Lena Ströbele, NORDMETALL-Verhandlungsführerin in der aktuellen Tarifrunde, die am 15. Oktober in Bremen fortgesetzt wird, resümiert: „Wir befinden uns nicht in einer vorübergehenden Konjunkturdelle, sondern in einer vermutlich lang andauernden Strukturkrise. Darauf müssen Arbeitgeber und Gewerkschaft in der gerade laufenden Tarifrunde eine angemessene Antwort finden. Die Betriebe brauchen planbare und zugleich flexible Rahmenbedingungen und eine Entlastung bei den Arbeitskosten. Diese sind zwar nicht der einzige Grund, weshalb Unternehmen dem Standort den Rücken kehren, aber die einzige Komponente, die wir als Tarifpartner selbst steuern können. Ein situationsgerechter Tarifabschluss wäre auch ein Beitrag zur Stärkung der Tarifbindung im Land", so die Personaldirektorin der Lürssen-Gruppe.

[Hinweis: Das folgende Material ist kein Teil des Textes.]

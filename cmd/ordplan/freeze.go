package main

import (
	"errors"
	"flag"
	"fmt"
	"io"
	"slices"
	"strconv"
	"strings"
	"time"

	"ordplan/internal/words"
	"ordplan/plan"
	"ordplan/plan/lock"
	"ordplan/runner"
)

const freezeUsage = "usage: ordplan freeze PLAN.yaml [--registration ID] [--replace]"

// cmdFreeze writes the lock file of a plan.
func cmdFreeze(args []string, stdout, stderr io.Writer) int {
	fs := newFlags("freeze", stderr)
	reg := fs.String("registration", "", "identifier of the registration (e.g. the registry's id or DOI), recorded in the lock")
	replace := fs.Bool("replace", false, "replace an existing lock (the old one is kept as LOCK.replaced-TIME)")
	planPath, stop, code := planArg(fs, args, freezeUsage, stderr)
	if stop {
		return code
	}
	if strings.ContainsAny(*reg, "\n\r\t") {
		fmt.Fprintln(stderr, "ordplan freeze: --registration must be one line of text")
		return exitUsage
	}
	src, err := plan.ReadFile(planPath)
	if err != nil {
		fmt.Fprintln(stderr, err)
		return exitFail
	}
	// The data usually do not exist yet: the plan is checked on its own.
	p, err := plan.Parse(src, planPath)
	if err != nil {
		fmt.Fprintln(stderr, err)
		return exitFail
	}
	if refuseUnedited(p, stderr) {
		return exitFail
	}
	f := lock.New(p, strings.TrimSpace(*reg), time.Now(), runner.Version)
	path, kept, err := lock.Write(f, planPath, *replace)
	if err != nil {
		var ee *lock.ExistsError
		if errors.As(err, &ee) {
			fmt.Fprintf(stderr, "ordplan freeze: %v\n", err)
			return exitFail
		}
		return fail(stderr, err)
	}
	if kept != "" {
		fmt.Fprintf(stdout, "old lock kept as %s\n", kept)
	}
	fmt.Fprintf(stdout, "froze %s: %s (canonical sha256 %s, %s)\n", planPath, path, f.SHA256, f.FrozenAt)
	if len(p.Deviations) > 0 {
		fmt.Fprintf(stdout, "note: the plan's deviations list (%s) is not part of the frozen form; it explains later changes\n", words.Count(len(p.Deviations), "item", "items"))
	}
	return exitOK
}

// planArg reads the one plan path of a command, before or after its flags,
// and parses the flags. stop is true when the command must end with code:
// help was asked, a flag was wrong, or there is not exactly one plan path
// (then a line naming what is missing or too many, and usage, C14).
func planArg(fs *flag.FlagSet, args []string, usage string, stderr io.Writer) (path string, stop bool, code int) {
	path, args = leadingArg(args)
	for {
		if stop, code := parseFlags(fs, args); stop {
			return "", true, code
		}
		// The flag package stops at the first argument that is not a
		// flag: the plan between options (run --previous A plan.yaml
		// --out B) is taken, and the options after it parsed too.
		if fs.NArg() == 0 || path != "" {
			break
		}
		path, args = fs.Arg(0), fs.Args()[1:]
	}
	switch {
	case path == "":
		fmt.Fprintf(stderr, "%s: no plan file given: name one (a YAML file)\n", fs.Name())
	case fs.NArg() > 0:
		extra := fs.Args()
		noun := "argument"
		if len(extra) > 1 {
			noun = "arguments"
		}
		fmt.Fprintf(stderr, "%s: unexpected %s %s after the plan %s: the command takes one plan file\n", fs.Name(), noun, words.AndList(words.Each(extra, strconv.Quote)), path)
	default:
		return path, false, exitOK
	}
	fmt.Fprintln(stderr, usage)
	return "", true, exitUsage
}

// leadingArg takes a plan path written before the options.
func leadingArg(args []string) (string, []string) {
	if len(args) > 0 && len(args[0]) > 0 && args[0][0] != '-' {
		return args[0], args[1:]
	}
	return "", args
}

// registration compares the plan with its lock for run and check. An
// unexplained change is printed in full and stops the command.
func registration(p *plan.Plan, allow bool, stderr io.Writer) (*lock.Status, int) {
	st, err := lock.CheckVersion(p, allow, runner.Version)
	if err != nil {
		fmt.Fprintf(stderr, "ordplan: %v\n", err)
		return nil, exitFail
	}
	return st, exitOK
}

// printRegistration prints what check, run, rehearse and power say of the
// plan's registration: the one-line summary, with changes each change and
// its reason (check), then a note on each stated deviation that explains
// no change (R7), a misspelt key or a list left from before a lock was
// removed, and on each lock that freeze --replace replaced (R16), which
// the report lists too.
func printRegistration(w io.Writer, st *lock.Status, changes bool) {
	fmt.Fprintln(w, registrationLine(st))
	if changes {
		for _, c := range st.Changes {
			fmt.Fprintf(w, "  %s: %s (%s)\n", c.Path, c.Transition(), c.ReasonText("NO STATED REASON"))
		}
	}
	for _, dv := range st.Unused {
		fmt.Fprintf(w, "note: %s\n", st.UnusedNote(dv))
	}
	for _, r := range st.Replaced {
		fmt.Fprintf(w, "note: %s\n", st.ReplacedNote(r))
	}
}

// earlierRegisteredNote says, after run's registration lines, that the
// output folder held runs of the registered plan unchanged
// (runner.EarlierRegisteredRuns), which the report lists: of a plan that
// departs from its lock, results that existed before it was changed; of
// one that matches it, results of the same analysis on other data; ""
// when it held none.
func earlierRegisteredNote(st *lock.Status, runs []runner.EarlierRun) string {
	if st == nil || len(runs) == 0 {
		return ""
	}
	n := words.Count(len(runs), "run", "runs")
	their, them := "its results", "it"
	if len(runs) > 1 {
		their, them = "their results", "them"
	}
	if st.State == lock.StateMatches {
		return fmt.Sprintf("the output folder held %s of this registered plan on other data: if these data extend those, the data have been analysed more than once, and the p-values make no allowance for it; the report lists %s", n, them)
	}
	return fmt.Sprintf("the output folder held %s of the registered plan unchanged: %s existed before the plan was changed, so the deviations may have been chosen after seeing them; the report lists %s", n, their, them)
}

// earlierLocksNotes say, after run's registration lines, that the output
// folder held runs made with no lock (before the plan was registered) or
// under another lock of the plan than its lock now
// (runner.EarlierLockRuns), which the report lists: none when it held
// none.
func earlierLocksNotes(st *lock.Status, runs []runner.EarlierLockRun) []string {
	var locks []string
	before, under := 0, 0
	for _, r := range runs {
		if r.Unregistered() {
			before++
			continue
		}
		under++
		l := "frozen " + r.LockFrozenAt
		if r.KeptAs != "" {
			l += ", kept as " + r.KeptAs
		} else {
			l += ", no longer kept beside the plan"
		}
		if !slices.Contains(locks, l) {
			locks = append(locks, l)
		}
	}
	// One run in the singular, several in the plural.
	forms := func(n int) (their, notRuns, them string) {
		if n == 1 {
			return "its results", "it is not a run", "it"
		}
		return "their results", "they are not runs", "them"
	}
	var notes []string
	if before > 0 {
		their, notRuns, them := forms(before)
		notes = append(notes, fmt.Sprintf("the output folder held %s made when the plan had no lock file: %s existed before the plan was registered as it is now (%s, frozen %s), so the plan may have been written after seeing them, and %s of the registered plan; the report lists %s",
			words.Count(before, "run", "runs"), their, st.LockFile, st.Lock.FrozenAt, notRuns, them))
	}
	if under > 0 {
		their, notRuns, them := forms(under)
		since := "before the plan was frozen anew, and " + notRuns + " of the registered plan, which counts only from " + st.LockFile + "'s time"
		if st.State == lock.StateNone {
			since = "before the plan's lock (" + st.LockFile + ") was removed"
		}
		notes = append(notes, fmt.Sprintf("the output folder held %s made under an earlier lock of this plan (%s): %s existed %s; the report lists %s",
			words.Count(under, "run", "runs"), strings.Join(locks, "; "), their, since, them))
	}
	return notes
}

// registrationLine is the one-line summary check and run print.
func registrationLine(st *lock.Status) string {
	switch st.State {
	case lock.StateNone:
		return "registered plan: none (no " + st.LockFile + " beside the plan; `ordplan freeze` writes one)"
	case lock.StateMatches:
		return "registered plan: matches " + st.LockFile + " (frozen " + st.Lock.FrozenAt + ")"
	case lock.StateDeviations:
		return fmt.Sprintf("registered plan: %s from %s, each with a stated reason", words.Count(len(st.Changes), "deviation", "deviations"), st.LockFile)
	}
	count, have := st.UnexplainedOf()
	return fmt.Sprintf("registered plan: UNREGISTERED CHANGES: %s from %s %s no stated reason (allowed by --allow-unregistered-changes)",
		count, st.LockFile, have)
}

NORDMETALL-Präsident Folkmar Ukena ergänzt: „Die Tarifparteien müssen mit Blick auf die Standortsicherung verantwortlich verhandeln. Wir erwarten jetzt, dass die Bundesregierung endlich massiv an besseren Rahmenbedingungen für die Industrie und ihre Belegschaften arbeitet. Wir brauchen eine Unternehmenssteuerreform, die die Betriebe entlastet, rasch umgesetzte Maßnahmen zur Senkung der Energiepreise und eine Offensive zur Entbürokratisierung, die vor allem die EU in den Blick nimmt. Angesichts der sich verschärfenden Wirtschaftskrise bleibt nicht mehr viel Zeit, um den Standort Deutschland zu stärken.“
19 Prozent der Unternehmen werden die Zahl ihrer Mitarbeiterinnen und Mitarbeiter in den kommenden drei Monaten verringern. Das ist der höchste Wert seit der Corona-Pandemie. Insgesamt wird die norddeutsche M+E-Industrie bis zum Jahresende voraussichtlich 300 Arbeitsplätze verlieren. Qualifizierte Fachkräfte sind weiterhin für zwei Drittel der Betriebe (62 Prozent) nur unbefriedigend oder schlecht verfügbar, vor zwei Jahren lag der Wert mit 84 Prozent sogar noch höher. Geeignete Bewerberinnen und Bewerber für Ausbildungsplätze vermissen jetzt 56 Prozent der Firmen, im Herbst 2022 waren es 74 Prozent. „Der Fachkräftemangel bleibt wie die Rekrutierung von Nachwuchs weiter ein großes Problem. Nach unserer Einschätzung verliert er nur angesichts der Wirtschaftskrise an Schärfe“, konstatiert Folkmar Ukena.
213 Unternehmen mit rund 113.000 Beschäftigten nahmen im August und September an der Befragung in Bremen, Hamburg, Mecklenburg-Vorpommern, Schleswig-Holstein und dem nordwestlichen Niedersachsen teil.